(Records for this exercise begins)
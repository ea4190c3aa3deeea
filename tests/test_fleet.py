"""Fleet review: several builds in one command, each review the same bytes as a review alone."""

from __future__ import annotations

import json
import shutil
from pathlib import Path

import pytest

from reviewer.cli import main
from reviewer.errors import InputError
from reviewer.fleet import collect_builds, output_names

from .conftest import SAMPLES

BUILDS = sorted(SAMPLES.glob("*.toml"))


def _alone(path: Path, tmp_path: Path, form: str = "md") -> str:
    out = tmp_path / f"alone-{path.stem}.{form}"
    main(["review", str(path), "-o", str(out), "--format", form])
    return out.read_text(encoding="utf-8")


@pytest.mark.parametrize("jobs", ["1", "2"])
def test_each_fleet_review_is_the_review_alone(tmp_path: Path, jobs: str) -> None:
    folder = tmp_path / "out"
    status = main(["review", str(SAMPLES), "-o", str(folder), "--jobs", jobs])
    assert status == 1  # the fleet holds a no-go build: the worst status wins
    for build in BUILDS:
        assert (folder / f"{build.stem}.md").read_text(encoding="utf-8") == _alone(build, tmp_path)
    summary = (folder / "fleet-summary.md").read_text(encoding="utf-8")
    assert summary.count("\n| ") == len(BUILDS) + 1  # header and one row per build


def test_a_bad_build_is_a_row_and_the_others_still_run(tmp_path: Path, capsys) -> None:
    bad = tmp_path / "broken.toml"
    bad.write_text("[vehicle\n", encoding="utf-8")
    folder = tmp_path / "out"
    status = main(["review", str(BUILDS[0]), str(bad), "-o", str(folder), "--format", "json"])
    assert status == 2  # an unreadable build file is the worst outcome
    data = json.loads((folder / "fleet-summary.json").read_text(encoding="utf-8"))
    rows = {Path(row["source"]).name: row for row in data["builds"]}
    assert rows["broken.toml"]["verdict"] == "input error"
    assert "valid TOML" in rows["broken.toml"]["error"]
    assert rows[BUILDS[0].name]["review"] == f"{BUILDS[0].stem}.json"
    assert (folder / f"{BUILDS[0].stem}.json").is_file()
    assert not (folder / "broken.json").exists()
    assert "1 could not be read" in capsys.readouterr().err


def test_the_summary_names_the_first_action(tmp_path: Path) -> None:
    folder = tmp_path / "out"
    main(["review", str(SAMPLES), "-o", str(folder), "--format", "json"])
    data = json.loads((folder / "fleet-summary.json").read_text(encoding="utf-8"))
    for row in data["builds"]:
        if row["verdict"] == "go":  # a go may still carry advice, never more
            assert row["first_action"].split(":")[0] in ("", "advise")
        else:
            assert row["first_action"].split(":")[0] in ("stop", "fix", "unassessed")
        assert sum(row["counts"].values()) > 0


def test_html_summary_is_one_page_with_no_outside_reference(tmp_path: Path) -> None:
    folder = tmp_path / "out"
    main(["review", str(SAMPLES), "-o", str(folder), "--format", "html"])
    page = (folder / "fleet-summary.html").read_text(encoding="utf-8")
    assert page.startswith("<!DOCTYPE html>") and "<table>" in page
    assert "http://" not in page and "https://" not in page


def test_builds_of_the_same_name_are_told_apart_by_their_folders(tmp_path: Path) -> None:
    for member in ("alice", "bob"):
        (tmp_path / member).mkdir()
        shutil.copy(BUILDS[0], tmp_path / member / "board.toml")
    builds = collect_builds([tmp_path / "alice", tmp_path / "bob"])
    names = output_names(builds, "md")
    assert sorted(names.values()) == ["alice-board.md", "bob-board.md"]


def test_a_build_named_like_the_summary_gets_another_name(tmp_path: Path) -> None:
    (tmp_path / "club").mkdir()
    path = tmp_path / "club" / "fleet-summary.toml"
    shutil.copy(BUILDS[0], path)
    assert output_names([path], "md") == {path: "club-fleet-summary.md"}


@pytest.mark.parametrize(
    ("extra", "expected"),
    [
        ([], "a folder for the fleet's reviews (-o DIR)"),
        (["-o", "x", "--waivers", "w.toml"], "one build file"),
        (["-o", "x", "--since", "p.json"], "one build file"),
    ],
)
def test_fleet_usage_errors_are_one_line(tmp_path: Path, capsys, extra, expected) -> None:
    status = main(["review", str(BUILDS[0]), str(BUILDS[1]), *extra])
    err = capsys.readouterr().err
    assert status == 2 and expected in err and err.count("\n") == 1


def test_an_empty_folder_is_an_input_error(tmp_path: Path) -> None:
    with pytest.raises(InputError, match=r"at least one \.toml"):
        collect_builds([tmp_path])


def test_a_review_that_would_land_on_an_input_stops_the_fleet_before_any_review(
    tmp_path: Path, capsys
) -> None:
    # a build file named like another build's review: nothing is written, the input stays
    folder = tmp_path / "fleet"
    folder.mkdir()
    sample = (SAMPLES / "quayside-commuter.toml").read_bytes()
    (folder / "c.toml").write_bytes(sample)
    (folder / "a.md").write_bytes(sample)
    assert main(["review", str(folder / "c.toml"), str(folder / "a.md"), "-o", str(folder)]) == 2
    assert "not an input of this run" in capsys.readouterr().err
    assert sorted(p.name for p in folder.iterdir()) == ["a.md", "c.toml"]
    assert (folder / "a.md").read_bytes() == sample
(Records for this exercise ends)
Exercise:
Copy, without any change, the lines from the one that contains "def test_an_empty_folder_is_an_input_error(tmp_path: Path)" to the final line of the entries above.

Solution:
def test_an_empty_folder_is_an_input_error(tmp_path: Path) -> None:
    with pytest.raises(InputError, match=r"at least one \.toml"):
        collect_builds([tmp_path])


def test_a_review_that_would_land_on_an_input_stops_the_fleet_before_any_review(
    tmp_path: Path, capsys
) -> None:
    # a build file named like another build's review: nothing is written, the input stays
    folder = tmp_path / "fleet"
    folder.mkdir()
    sample = (SAMPLES / "quayside-commuter.toml").read_bytes()
    (folder / "c.toml").write_bytes(sample)
    (folder / "a.md").write_bytes(sample)
    assert main(["review", str(folder / "c.toml"), str(folder / "a.md"), "-o", str(folder)]) == 2
    assert "not an input of this run" in capsys.readouterr().err
    assert sorted(p.name for p in folder.iterdir()) == ["a.md", "c.toml"]
    assert (folder / "a.md").read_bytes() == sample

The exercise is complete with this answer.